» **Items from a data source**:
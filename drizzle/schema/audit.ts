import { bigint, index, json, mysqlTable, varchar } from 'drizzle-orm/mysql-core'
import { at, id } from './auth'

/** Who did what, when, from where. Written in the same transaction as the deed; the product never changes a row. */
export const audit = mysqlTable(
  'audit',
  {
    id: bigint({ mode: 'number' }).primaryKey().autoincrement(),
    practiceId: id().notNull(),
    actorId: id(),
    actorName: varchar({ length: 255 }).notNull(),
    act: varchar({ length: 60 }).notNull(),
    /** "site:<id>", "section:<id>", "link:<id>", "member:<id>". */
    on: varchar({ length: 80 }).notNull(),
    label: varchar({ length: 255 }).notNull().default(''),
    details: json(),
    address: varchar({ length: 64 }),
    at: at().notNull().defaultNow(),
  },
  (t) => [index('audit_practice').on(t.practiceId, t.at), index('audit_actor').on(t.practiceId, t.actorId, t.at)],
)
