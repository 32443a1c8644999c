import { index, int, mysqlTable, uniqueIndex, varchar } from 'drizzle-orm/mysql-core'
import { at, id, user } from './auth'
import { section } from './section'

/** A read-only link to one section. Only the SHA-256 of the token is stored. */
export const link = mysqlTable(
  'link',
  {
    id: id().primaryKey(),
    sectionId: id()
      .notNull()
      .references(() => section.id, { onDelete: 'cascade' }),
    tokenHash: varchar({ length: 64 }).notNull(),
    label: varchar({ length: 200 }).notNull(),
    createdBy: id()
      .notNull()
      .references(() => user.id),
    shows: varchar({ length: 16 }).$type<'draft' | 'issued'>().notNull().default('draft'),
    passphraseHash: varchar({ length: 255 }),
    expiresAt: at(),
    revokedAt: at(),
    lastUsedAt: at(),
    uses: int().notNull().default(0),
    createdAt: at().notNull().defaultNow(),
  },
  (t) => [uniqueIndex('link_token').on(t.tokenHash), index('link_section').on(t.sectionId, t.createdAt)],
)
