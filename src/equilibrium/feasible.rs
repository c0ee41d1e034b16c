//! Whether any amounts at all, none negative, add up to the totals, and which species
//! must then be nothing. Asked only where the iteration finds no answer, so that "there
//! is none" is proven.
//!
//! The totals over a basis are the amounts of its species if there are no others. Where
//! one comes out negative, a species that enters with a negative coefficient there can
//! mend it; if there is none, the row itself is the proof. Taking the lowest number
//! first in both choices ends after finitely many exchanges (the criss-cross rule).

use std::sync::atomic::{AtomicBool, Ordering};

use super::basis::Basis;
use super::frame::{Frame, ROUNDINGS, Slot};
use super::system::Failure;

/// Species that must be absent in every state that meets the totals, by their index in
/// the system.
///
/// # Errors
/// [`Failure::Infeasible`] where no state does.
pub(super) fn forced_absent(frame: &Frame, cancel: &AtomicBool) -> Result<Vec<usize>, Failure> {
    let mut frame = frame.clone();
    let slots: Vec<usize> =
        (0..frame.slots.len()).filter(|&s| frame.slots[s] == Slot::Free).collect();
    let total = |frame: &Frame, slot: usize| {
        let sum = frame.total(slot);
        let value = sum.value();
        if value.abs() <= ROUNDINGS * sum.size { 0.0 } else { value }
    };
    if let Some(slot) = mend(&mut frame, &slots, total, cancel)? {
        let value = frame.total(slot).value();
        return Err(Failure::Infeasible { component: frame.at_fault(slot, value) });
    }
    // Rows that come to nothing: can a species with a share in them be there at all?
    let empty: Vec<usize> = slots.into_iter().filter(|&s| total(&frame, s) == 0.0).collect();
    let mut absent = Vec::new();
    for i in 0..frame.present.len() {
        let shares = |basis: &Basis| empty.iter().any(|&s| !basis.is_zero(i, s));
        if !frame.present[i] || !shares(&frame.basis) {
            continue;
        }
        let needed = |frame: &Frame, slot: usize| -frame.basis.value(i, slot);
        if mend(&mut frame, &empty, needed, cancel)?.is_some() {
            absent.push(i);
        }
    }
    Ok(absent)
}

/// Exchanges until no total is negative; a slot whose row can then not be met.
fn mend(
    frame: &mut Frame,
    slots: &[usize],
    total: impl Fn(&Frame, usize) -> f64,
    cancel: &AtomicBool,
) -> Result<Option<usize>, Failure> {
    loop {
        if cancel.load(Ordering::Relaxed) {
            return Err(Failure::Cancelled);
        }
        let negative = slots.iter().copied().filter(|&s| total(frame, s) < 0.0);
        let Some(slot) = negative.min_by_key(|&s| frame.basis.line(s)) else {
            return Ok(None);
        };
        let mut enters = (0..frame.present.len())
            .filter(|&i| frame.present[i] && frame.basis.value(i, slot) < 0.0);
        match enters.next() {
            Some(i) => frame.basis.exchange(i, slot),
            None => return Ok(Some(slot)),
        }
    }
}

» **Directions**:
Every line in the data that holds "createdAt" should be copied out.

» **Your response**:
    createdAt: at().notNull().defaultNow(),
  (t) => [uniqueIndex('link_token').on(t.tokenHash), index('link_section').on(t.sectionId, t.createdAt)],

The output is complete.